I went alone to meet the boat.
“What nonsense,” my mother said. “Why should we go to meet the boat? We’re here at home where we belong, and where he expects us to be. A little less show, Sheila, and a little more of what counts.”
“But what counts, Mom?”
“What counts is being practical, not making a big show of things.”
“To meet the boat?”
“Sheila, it could be late. It often is. There are more useful things you could be doing than hanging around the wharf. You and your father, you never give a second thought...”
The boat was late, but this only added to the festive air. Summer tourists had already started to invade the peninsula, and all along the beach was a string of cottage windows, glowing softly orange with coal-oil lamps. A smell of wood smoke hung in the air. I could hear the summer girls’ silky laughs in the soft night and the young men’s returning laughs, richer, deeper.
A long whistle sounded down the inlet, and the Lady Cecilia rounded the point. She looked like a ship out of a dream, soft lights flooding the waters around her, and I could hear muted music and scraps of conversation from the passengers.

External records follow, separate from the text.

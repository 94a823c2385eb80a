using LunarShadow.Astronomy.Units;

namespace LunarShadow.Astronomy.Sites;

/// <summary>How dark the sky is, by the Sun's altitude.</summary>
public enum SkyState
{
    /// <summary>The Sun's upper limb is above the horizon.</summary>
    Day,

    /// <summary>Sun between sunset and 6° below the horizon.</summary>
    CivilTwilight,

    /// <summary>Sun between 6° and 12° below.</summary>
    NauticalTwilight,

    /// <summary>Sun between 12° and 18° below.</summary>
    AstronomicalTwilight,

    /// <summary>Sun more than 18° below the horizon.</summary>
    Night,
}

/// <summary>Classifies the sky by the Sun's true (airless) altitude.</summary>
public static class SkyStates
{
    // Explanatory Supplement to the Astronomical Almanac (2013), ch. 15: sunrise/sunset at −0°50′ (refraction and
    // semi-diameter), civil, nautical and astronomical twilight end at −6°, −12°, −18°.
    /// <summary>Sunrise and sunset: the Sun's centre at this true altitude (−0°50′).</summary>
    public static Angle SunsetAltitude { get; } = Angle.FromDegrees(-50.0 / 60);

    /// <summary>End of civil twilight (−6°).</summary>
    public static Angle CivilTwilightEndAltitude { get; } = Angle.FromDegrees(-6);

    /// <summary>End of nautical twilight (−12°).</summary>
    public static Angle NauticalTwilightEndAltitude { get; } = Angle.FromDegrees(-12);

    /// <summary>End of astronomical twilight, the start of night (−18°).</summary>
    public static Angle AstronomicalTwilightEndAltitude { get; } = Angle.FromDegrees(-18);

    /// <summary>
    /// Each state with the Sun's true altitude above which it holds (the lowest bound for <see cref="SkyState.Night"/>
    /// is −90°), brightest first: the one table to serve to clients that shade the sky.
    /// </summary>
    public static IReadOnlyList<(SkyState State, Angle SunAbove)> Thresholds { get; } =
    [
        (SkyState.Day, SunsetAltitude),
        (SkyState.CivilTwilight, CivilTwilightEndAltitude),
        (SkyState.NauticalTwilight, NauticalTwilightEndAltitude),
        (SkyState.AstronomicalTwilight, AstronomicalTwilightEndAltitude),
        (SkyState.Night, Angle.FromDegrees(-90)),
    ];

    /// <summary>The sky state for the Sun's centre at a true altitude.</summary>
    public static SkyState FromSunAltitude(Angle trueAltitude)
    {
        foreach (var (state, above) in Thresholds)
            if (trueAltitude.Radians > above.Radians) return state;
        return SkyState.Night;
    }
}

She docked at the wharf in a sudden swirling of black waters into white. I caught the thrown headline and pulled its loop over the bollard. Then Mr. Percy took the spring and stern lines and made them fast. The gangplank came rumbling over the side of the ship, and the passengers swarmed down it—loggers in their caulk-boots, pulp-mill workers, summer visitors, fishermen.
I strained to see Paul.
There he was! Twenty-one, tall in his pilot’s uniform— my handsome brother. Jumping up and down, I called to him, “Paul! Paul! Here!”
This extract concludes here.